- _What is needed_
In the listing beneath this line, copy exactly the lines starting with the one containing "Lamers & Cassinelli 1999)." and going on through the one containing "type Config struct".

- _Provided entries_

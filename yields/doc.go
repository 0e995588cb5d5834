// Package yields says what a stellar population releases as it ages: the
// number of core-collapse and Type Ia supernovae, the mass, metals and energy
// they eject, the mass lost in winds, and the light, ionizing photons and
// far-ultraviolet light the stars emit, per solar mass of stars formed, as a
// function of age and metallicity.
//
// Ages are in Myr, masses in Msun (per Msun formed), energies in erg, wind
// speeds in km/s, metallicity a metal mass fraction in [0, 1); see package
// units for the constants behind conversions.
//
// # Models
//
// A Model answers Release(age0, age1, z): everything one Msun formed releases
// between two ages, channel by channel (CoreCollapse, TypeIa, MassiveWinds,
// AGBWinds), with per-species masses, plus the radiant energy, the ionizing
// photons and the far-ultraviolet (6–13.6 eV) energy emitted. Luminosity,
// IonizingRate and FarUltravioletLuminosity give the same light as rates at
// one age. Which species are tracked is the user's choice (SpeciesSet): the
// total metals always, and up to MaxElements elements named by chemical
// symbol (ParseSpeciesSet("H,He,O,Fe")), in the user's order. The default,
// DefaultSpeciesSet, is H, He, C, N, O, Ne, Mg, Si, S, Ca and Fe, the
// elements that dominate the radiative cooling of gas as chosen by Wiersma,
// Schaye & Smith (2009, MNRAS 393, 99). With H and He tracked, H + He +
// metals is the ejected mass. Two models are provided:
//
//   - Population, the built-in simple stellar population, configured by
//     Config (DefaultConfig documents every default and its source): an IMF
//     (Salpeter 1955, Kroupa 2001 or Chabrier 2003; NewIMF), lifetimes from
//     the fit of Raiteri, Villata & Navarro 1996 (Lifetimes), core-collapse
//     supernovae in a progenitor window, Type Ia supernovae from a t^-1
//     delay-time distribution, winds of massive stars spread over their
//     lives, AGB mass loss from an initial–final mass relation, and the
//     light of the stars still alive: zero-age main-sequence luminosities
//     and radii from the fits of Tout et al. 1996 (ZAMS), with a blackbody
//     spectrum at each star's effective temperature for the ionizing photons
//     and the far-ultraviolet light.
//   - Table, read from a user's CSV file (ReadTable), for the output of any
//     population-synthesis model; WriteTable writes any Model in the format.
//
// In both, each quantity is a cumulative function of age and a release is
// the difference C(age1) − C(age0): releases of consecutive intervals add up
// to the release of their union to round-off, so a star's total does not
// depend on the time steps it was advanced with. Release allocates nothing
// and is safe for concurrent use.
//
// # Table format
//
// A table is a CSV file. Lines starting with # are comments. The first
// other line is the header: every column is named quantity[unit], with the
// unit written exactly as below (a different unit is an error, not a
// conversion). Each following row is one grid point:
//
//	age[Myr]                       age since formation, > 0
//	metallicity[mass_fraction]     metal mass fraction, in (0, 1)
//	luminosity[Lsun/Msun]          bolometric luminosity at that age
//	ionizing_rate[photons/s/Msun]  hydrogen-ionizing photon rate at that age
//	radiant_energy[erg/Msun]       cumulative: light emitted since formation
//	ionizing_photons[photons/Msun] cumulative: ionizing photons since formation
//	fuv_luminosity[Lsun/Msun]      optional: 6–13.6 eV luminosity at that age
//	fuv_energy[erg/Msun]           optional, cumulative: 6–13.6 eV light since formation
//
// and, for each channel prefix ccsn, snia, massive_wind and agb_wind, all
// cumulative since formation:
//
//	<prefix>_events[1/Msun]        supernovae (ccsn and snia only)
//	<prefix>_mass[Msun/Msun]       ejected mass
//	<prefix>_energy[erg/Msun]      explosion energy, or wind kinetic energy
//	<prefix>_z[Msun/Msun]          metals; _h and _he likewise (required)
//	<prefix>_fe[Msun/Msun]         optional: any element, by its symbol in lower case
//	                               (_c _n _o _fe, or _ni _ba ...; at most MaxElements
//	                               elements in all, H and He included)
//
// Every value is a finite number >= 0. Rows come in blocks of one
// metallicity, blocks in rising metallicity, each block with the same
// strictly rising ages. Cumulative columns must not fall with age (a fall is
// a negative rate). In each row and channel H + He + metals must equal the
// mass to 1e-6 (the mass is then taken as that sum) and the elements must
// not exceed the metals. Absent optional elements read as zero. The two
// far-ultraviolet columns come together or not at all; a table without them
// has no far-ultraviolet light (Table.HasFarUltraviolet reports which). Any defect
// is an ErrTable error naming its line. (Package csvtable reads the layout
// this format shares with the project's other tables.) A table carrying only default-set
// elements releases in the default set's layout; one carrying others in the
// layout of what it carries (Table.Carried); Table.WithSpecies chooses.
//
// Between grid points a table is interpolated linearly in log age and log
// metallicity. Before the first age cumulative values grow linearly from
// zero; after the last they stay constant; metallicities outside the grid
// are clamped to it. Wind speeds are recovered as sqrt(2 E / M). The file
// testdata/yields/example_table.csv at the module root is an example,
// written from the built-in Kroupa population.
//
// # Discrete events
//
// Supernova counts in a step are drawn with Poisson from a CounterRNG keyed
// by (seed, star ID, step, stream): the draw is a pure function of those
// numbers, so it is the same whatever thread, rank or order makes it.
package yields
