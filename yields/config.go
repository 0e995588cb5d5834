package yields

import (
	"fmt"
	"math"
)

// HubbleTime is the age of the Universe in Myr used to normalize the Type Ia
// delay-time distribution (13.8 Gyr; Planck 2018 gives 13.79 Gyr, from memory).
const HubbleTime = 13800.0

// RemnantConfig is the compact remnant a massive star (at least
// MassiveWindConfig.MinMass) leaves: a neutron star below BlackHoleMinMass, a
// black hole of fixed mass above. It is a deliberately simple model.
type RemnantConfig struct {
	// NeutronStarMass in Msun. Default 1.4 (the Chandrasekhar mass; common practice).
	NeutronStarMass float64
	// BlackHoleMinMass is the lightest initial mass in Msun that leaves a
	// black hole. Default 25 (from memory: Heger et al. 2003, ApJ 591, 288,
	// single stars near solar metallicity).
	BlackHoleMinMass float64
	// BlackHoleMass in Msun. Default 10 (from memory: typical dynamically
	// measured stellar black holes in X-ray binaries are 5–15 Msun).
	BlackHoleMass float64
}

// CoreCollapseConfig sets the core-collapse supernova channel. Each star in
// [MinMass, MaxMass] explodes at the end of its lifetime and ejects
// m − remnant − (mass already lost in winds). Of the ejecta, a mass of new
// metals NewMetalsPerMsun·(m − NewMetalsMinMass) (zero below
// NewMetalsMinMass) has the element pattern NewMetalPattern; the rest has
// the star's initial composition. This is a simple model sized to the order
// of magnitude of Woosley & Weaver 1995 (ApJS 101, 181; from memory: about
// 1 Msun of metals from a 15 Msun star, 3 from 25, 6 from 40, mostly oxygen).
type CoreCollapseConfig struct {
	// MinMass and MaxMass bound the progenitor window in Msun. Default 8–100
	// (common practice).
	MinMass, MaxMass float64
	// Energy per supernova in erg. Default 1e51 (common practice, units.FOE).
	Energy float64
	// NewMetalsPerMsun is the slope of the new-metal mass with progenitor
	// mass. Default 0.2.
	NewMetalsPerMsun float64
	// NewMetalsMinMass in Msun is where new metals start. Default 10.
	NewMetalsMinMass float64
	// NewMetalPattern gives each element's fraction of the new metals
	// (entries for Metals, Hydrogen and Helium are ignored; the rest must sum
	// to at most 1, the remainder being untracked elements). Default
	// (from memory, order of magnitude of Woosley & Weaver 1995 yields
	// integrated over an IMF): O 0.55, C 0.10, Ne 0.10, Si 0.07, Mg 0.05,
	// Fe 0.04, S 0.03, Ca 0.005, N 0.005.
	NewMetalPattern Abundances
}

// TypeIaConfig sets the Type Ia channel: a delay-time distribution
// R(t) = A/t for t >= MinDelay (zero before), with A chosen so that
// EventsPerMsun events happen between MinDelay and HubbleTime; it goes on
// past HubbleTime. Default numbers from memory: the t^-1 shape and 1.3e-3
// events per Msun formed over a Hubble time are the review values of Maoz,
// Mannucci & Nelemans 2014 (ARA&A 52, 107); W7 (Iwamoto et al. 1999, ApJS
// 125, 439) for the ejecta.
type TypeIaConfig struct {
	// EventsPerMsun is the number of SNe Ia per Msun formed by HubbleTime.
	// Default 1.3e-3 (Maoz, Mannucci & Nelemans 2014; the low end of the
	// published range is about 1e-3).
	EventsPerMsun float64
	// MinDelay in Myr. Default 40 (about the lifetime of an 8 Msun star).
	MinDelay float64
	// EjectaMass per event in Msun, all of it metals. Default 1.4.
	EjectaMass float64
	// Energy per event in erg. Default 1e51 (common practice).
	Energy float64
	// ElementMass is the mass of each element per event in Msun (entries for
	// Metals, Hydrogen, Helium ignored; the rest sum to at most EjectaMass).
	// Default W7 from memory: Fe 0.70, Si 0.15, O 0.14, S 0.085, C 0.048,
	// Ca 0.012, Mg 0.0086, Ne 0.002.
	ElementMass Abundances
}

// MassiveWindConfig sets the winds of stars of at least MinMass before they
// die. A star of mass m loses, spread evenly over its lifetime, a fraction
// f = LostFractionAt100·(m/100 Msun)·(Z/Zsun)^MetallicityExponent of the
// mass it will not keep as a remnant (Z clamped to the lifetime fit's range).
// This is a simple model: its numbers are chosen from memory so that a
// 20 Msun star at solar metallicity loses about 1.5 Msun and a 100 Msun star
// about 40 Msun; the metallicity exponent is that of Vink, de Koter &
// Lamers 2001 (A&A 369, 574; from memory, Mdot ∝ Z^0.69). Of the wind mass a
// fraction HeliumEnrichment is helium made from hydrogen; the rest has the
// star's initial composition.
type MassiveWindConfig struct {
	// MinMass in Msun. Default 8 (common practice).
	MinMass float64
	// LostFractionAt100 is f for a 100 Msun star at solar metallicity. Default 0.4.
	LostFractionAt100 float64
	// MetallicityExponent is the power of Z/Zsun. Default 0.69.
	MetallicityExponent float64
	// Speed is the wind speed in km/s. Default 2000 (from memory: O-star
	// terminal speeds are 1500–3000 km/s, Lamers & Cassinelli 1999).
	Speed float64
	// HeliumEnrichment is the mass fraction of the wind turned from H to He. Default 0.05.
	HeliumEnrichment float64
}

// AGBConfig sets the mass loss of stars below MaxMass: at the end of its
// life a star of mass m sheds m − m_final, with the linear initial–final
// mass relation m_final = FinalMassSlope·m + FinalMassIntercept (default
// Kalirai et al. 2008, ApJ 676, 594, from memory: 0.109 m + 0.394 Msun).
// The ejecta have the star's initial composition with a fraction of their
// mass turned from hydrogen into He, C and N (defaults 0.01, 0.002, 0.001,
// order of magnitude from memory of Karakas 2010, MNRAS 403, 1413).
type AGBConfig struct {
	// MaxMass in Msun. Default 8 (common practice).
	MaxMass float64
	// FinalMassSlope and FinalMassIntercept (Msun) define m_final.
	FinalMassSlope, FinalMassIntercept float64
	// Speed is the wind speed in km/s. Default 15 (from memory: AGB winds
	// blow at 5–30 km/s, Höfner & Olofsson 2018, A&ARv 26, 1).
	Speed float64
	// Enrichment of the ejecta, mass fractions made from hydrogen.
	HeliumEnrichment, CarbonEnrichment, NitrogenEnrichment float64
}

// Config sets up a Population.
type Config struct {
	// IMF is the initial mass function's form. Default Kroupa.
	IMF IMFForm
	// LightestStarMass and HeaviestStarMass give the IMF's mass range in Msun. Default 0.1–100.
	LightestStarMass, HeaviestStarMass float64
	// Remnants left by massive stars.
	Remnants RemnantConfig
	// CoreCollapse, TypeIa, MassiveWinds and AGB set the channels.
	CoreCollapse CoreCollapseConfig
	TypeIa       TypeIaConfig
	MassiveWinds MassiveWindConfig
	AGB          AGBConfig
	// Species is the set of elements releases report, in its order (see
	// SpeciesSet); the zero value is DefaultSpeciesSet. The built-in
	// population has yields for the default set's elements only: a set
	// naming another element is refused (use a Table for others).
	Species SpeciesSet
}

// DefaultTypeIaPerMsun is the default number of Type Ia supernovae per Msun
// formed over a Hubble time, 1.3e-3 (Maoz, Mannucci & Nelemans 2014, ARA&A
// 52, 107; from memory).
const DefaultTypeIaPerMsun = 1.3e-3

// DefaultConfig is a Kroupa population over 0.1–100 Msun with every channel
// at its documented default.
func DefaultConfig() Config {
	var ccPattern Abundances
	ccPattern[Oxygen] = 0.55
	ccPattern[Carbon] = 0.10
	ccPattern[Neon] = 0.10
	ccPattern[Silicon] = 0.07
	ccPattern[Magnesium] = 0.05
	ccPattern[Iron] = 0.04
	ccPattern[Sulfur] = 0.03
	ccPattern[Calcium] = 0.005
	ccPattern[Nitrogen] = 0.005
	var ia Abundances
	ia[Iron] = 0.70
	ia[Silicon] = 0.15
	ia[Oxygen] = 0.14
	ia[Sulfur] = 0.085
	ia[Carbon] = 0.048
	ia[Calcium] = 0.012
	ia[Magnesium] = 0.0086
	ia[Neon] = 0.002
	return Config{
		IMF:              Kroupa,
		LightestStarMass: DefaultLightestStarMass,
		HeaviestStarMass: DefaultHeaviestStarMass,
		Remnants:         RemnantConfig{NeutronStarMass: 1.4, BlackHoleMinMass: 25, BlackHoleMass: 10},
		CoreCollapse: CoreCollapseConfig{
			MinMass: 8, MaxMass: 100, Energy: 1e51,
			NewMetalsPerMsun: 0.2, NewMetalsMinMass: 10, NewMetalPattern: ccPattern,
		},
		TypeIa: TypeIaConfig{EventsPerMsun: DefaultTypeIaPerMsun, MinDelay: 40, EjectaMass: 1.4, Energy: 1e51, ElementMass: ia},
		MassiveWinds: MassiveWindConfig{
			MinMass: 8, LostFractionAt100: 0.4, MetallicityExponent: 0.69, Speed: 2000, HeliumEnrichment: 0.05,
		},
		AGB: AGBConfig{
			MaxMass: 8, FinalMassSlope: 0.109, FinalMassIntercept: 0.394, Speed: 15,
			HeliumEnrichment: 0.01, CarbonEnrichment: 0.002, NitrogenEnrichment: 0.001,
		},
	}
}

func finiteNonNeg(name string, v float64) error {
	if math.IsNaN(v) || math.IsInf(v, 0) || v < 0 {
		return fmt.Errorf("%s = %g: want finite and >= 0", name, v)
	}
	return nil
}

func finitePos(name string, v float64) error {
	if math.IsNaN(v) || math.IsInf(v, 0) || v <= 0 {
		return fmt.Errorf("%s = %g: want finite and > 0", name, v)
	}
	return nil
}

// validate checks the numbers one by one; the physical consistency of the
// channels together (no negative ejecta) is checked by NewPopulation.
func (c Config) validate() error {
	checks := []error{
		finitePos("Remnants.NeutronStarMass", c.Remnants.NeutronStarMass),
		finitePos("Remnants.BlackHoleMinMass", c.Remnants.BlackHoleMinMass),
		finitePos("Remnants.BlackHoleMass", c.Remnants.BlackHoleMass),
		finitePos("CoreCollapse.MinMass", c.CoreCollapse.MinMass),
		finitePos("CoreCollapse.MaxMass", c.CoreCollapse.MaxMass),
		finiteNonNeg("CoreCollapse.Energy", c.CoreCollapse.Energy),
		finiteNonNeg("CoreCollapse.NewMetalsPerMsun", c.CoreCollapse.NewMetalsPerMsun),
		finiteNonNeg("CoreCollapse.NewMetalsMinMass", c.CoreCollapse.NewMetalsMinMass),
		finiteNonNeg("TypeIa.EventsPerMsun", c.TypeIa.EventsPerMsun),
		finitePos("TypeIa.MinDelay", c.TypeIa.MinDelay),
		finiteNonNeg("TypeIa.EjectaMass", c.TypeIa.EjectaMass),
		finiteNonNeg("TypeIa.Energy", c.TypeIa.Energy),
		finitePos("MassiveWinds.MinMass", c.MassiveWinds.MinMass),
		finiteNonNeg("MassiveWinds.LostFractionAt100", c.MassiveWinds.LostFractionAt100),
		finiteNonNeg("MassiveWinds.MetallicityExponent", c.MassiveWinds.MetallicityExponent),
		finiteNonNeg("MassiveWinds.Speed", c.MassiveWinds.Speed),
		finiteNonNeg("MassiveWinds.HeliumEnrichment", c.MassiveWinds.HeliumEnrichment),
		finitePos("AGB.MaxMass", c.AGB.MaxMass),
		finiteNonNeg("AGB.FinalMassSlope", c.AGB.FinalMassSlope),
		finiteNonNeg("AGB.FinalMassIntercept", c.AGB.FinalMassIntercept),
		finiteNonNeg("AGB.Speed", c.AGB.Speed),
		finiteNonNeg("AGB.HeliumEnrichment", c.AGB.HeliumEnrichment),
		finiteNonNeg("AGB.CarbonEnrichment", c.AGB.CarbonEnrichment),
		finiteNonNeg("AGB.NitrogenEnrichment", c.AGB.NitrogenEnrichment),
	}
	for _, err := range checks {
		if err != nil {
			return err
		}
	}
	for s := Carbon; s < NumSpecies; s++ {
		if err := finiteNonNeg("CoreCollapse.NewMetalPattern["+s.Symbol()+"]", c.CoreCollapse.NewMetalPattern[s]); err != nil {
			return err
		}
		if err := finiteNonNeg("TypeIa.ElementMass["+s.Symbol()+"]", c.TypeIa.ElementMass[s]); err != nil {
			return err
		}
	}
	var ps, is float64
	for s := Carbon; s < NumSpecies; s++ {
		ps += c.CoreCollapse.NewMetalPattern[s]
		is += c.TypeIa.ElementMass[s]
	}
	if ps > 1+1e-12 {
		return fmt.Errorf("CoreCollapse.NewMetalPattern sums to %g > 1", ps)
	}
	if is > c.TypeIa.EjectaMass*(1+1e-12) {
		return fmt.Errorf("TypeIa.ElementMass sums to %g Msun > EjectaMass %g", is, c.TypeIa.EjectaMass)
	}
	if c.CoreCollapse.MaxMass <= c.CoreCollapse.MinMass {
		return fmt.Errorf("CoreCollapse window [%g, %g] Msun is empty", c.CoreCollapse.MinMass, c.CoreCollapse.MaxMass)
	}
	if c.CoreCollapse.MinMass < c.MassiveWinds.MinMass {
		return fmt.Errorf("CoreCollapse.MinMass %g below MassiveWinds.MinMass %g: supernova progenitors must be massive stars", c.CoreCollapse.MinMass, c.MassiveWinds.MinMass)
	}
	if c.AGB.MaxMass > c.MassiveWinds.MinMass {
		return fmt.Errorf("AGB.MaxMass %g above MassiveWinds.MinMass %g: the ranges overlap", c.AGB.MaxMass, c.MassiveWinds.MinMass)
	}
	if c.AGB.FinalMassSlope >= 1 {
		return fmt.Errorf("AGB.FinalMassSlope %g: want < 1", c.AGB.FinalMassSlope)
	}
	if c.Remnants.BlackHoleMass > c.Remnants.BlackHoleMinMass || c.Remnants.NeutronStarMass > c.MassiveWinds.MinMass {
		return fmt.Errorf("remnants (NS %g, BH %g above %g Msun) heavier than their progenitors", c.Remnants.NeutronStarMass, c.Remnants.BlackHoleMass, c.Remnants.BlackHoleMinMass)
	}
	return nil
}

- _Response_
	// terminal speeds are 1500–3000 km/s, Lamers & Cassinelli 1999).
	Speed float64
	// HeliumEnrichment is the mass fraction of the wind turned from H to He. Default 0.05.
	HeliumEnrichment float64
}

// AGBConfig sets the mass loss of stars below MaxMass: at the end of its
// life a star of mass m sheds m − m_final, with the linear initial–final
// mass relation m_final = FinalMassSlope·m + FinalMassIntercept (default
// Kalirai et al. 2008, ApJ 676, 594, from memory: 0.109 m + 0.394 Msun).
// The ejecta have the star's initial composition with a fraction of their
// mass turned from hydrogen into He, C and N (defaults 0.01, 0.002, 0.001,
// order of magnitude from memory of Karakas 2010, MNRAS 403, 1413).
type AGBConfig struct {
	// MaxMass in Msun. Default 8 (common practice).
	MaxMass float64
	// FinalMassSlope and FinalMassIntercept (Msun) define m_final.
	FinalMassSlope, FinalMassIntercept float64
	// Speed is the wind speed in km/s. Default 15 (from memory: AGB winds
	// blow at 5–30 km/s, Höfner & Olofsson 2018, A&ARv 26, 1).
	Speed float64
	// Enrichment of the ejecta, mass fractions made from hydrogen.
	HeliumEnrichment, CarbonEnrichment, NitrogenEnrichment float64
}

// Config sets up a Population.
type Config struct {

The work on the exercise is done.